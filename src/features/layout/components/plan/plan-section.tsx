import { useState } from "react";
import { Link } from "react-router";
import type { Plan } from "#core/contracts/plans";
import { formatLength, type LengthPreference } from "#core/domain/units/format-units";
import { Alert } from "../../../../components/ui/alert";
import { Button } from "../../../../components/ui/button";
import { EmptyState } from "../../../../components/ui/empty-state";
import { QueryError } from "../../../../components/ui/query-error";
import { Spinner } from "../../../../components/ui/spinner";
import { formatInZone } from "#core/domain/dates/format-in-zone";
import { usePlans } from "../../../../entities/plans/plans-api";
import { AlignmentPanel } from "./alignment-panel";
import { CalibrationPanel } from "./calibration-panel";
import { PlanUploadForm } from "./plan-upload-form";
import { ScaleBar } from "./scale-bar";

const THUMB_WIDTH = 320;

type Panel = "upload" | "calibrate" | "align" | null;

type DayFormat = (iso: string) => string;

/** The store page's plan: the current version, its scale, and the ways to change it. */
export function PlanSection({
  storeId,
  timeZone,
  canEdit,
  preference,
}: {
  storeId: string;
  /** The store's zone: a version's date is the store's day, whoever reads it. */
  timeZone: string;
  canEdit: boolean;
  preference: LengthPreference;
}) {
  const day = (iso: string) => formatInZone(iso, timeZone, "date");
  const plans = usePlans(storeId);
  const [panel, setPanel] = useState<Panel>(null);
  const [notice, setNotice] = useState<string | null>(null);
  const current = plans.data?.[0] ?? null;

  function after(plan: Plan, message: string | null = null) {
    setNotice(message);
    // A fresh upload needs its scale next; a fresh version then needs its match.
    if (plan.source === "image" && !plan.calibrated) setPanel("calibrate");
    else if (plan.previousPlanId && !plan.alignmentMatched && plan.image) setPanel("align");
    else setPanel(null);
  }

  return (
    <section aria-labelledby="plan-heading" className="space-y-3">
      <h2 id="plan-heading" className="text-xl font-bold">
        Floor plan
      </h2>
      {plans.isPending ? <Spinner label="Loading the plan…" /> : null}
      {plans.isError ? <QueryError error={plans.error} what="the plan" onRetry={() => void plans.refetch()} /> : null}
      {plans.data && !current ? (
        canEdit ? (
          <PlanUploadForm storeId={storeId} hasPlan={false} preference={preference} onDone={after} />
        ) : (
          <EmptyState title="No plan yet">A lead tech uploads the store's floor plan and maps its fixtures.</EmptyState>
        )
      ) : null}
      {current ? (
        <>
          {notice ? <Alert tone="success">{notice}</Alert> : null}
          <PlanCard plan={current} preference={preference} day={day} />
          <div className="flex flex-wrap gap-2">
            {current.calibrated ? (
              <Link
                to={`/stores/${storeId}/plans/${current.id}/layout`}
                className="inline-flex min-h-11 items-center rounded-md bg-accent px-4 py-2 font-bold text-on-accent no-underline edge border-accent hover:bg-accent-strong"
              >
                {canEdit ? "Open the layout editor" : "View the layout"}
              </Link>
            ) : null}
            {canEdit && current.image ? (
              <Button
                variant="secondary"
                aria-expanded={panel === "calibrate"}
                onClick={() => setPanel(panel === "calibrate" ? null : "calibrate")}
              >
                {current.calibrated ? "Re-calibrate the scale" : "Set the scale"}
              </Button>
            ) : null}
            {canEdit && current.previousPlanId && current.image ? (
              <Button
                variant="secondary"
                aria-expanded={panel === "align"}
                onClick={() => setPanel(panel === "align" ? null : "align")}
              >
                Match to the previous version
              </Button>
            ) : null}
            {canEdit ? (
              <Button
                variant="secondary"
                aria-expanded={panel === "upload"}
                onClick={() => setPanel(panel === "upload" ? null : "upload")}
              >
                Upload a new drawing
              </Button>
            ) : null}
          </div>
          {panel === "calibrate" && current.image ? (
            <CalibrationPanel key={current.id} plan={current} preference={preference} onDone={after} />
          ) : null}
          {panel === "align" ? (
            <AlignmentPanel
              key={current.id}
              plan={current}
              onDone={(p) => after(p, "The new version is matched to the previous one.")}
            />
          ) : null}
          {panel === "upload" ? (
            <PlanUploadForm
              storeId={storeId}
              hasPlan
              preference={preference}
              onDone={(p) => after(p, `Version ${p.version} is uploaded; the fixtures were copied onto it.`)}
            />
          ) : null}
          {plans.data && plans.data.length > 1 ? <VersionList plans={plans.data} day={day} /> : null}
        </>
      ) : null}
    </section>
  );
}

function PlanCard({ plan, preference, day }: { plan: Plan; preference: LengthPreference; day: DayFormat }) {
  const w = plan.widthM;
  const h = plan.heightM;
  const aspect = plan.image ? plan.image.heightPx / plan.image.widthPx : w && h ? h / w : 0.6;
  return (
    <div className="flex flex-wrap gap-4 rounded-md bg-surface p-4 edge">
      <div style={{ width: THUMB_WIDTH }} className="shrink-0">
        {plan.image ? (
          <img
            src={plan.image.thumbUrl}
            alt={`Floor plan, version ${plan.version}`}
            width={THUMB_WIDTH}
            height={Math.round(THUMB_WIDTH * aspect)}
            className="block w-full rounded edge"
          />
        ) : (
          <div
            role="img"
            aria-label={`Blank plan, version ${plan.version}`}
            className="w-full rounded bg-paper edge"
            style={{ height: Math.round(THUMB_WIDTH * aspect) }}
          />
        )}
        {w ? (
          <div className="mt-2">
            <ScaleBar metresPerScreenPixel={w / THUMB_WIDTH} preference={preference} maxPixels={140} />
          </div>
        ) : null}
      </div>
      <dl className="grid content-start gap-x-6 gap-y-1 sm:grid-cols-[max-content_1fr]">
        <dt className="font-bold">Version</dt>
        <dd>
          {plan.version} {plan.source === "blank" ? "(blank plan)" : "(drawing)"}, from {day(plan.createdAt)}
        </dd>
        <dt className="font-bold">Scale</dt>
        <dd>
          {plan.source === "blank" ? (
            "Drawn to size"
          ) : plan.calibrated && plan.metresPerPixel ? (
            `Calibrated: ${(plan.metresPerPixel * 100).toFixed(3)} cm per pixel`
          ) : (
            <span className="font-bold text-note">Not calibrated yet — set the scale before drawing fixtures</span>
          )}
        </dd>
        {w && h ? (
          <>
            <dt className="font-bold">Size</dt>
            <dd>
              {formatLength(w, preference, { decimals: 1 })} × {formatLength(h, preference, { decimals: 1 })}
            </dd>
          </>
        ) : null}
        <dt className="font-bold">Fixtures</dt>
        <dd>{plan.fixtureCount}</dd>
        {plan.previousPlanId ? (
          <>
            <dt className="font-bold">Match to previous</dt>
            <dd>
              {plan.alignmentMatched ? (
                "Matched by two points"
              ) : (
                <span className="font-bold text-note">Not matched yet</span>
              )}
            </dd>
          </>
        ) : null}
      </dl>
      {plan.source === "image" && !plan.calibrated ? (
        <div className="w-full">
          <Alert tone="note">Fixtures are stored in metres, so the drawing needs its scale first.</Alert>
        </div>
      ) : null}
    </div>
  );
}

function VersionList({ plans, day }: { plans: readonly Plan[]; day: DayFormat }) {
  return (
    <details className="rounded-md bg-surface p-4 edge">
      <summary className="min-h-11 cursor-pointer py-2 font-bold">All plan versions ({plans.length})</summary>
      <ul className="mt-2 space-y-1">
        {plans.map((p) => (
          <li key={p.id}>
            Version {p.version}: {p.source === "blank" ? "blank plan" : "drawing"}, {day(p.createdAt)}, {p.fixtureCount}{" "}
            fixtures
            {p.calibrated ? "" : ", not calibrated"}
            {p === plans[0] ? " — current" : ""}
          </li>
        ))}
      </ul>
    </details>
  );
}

------------------------------------

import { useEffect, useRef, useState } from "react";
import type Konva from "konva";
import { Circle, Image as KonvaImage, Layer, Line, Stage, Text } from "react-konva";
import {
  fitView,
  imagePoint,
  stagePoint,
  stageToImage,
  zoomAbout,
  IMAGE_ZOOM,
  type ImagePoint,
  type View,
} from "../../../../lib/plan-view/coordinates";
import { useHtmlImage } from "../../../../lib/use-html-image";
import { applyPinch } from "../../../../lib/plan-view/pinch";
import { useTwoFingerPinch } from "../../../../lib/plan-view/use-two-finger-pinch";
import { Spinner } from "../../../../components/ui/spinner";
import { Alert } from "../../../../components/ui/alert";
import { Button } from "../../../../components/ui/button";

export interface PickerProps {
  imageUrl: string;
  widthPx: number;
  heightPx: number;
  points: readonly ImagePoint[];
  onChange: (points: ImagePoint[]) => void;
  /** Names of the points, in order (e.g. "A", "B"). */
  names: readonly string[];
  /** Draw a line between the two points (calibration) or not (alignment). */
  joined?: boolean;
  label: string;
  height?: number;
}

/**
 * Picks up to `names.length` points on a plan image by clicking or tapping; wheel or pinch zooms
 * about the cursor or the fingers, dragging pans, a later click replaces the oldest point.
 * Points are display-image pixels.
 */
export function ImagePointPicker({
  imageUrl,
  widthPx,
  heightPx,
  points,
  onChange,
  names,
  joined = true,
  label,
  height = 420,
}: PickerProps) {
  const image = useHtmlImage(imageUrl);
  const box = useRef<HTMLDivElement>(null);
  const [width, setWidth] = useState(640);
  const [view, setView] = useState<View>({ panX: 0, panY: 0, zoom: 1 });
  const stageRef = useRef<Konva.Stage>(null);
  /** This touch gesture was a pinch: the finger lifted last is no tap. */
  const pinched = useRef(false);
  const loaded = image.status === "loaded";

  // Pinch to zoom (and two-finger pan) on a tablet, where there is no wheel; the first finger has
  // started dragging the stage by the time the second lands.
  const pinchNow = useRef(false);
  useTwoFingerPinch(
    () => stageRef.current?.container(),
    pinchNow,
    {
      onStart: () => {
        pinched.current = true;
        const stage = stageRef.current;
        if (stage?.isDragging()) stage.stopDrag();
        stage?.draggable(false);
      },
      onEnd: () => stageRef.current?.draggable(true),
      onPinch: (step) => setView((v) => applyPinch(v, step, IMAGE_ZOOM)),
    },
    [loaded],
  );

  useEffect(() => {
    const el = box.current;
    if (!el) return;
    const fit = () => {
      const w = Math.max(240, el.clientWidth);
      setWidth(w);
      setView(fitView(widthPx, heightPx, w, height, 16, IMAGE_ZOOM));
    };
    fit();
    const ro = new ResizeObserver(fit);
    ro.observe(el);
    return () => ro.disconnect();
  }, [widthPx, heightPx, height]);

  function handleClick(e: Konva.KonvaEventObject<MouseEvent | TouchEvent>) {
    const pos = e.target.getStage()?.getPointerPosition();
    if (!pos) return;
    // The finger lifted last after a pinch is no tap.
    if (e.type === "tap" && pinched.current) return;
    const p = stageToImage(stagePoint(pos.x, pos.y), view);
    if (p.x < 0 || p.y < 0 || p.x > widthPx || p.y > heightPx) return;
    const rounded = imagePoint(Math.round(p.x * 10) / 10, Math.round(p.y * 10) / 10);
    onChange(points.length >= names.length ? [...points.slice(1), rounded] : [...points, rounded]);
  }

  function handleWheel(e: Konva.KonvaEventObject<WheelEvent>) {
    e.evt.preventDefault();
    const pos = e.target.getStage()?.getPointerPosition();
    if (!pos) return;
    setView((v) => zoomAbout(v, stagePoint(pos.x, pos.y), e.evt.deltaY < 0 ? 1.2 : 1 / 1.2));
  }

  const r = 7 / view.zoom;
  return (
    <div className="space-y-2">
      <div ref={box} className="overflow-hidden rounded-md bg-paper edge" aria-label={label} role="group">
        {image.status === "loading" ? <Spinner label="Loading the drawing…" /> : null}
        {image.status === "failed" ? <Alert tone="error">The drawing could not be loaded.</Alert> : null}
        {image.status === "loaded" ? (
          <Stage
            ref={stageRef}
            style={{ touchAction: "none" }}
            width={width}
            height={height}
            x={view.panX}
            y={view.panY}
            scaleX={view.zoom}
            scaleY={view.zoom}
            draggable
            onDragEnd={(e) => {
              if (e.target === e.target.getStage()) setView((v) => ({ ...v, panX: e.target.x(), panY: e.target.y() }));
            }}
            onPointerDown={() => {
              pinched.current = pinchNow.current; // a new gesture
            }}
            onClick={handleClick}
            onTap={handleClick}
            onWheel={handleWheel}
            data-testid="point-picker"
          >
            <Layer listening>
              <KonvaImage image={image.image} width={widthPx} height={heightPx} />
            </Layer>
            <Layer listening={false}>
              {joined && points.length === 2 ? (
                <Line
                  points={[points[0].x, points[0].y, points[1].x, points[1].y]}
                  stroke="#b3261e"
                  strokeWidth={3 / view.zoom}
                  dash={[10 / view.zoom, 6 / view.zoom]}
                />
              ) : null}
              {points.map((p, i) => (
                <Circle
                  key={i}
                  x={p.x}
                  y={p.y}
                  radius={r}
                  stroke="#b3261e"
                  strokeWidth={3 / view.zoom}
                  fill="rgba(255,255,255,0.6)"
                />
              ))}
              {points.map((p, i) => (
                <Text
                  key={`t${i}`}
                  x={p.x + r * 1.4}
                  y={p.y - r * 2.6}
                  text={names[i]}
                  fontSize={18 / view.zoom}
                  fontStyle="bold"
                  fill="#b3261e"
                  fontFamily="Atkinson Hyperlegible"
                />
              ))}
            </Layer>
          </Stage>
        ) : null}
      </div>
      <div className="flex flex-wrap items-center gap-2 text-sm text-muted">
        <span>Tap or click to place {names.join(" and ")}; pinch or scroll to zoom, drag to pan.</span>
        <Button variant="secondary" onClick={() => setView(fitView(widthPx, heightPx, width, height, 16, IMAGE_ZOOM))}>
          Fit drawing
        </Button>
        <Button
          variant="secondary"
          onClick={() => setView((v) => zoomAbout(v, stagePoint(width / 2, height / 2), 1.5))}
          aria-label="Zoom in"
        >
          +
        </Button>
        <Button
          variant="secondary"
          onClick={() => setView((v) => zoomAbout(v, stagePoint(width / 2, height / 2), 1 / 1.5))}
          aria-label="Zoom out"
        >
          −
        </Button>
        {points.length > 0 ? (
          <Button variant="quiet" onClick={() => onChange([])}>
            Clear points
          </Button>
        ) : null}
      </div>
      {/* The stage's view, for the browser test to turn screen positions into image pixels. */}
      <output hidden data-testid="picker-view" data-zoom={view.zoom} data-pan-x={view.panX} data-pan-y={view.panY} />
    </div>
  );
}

------------------------------------

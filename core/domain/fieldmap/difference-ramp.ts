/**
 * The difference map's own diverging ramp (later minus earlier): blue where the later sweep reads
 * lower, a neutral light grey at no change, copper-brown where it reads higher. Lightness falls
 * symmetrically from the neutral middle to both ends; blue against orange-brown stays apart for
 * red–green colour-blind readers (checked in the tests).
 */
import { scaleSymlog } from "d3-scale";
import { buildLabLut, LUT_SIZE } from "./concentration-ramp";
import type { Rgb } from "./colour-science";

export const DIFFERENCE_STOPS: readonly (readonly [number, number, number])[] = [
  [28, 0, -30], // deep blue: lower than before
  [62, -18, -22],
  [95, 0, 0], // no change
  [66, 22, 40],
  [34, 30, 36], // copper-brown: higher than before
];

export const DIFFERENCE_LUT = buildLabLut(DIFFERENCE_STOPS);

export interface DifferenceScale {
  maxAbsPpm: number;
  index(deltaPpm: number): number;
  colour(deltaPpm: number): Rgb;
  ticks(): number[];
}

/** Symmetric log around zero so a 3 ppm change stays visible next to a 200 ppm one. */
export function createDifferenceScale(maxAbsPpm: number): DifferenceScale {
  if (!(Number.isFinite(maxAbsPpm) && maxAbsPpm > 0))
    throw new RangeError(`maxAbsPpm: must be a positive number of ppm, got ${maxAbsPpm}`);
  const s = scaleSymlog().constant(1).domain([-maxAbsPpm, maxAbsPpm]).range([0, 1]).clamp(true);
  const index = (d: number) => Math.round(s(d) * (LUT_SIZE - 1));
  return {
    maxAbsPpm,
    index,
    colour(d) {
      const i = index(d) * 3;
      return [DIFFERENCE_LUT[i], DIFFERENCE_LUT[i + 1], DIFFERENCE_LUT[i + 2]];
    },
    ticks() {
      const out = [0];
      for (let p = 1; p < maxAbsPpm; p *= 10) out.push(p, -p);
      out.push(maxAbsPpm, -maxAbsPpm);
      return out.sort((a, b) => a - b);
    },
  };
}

------------------------------------

**Work instructions**
The expected output is every line of the records in which the string "setWidth" appears.

**Solution for this problem**
  const [width, setWidth] = useState(640);
      setWidth(w);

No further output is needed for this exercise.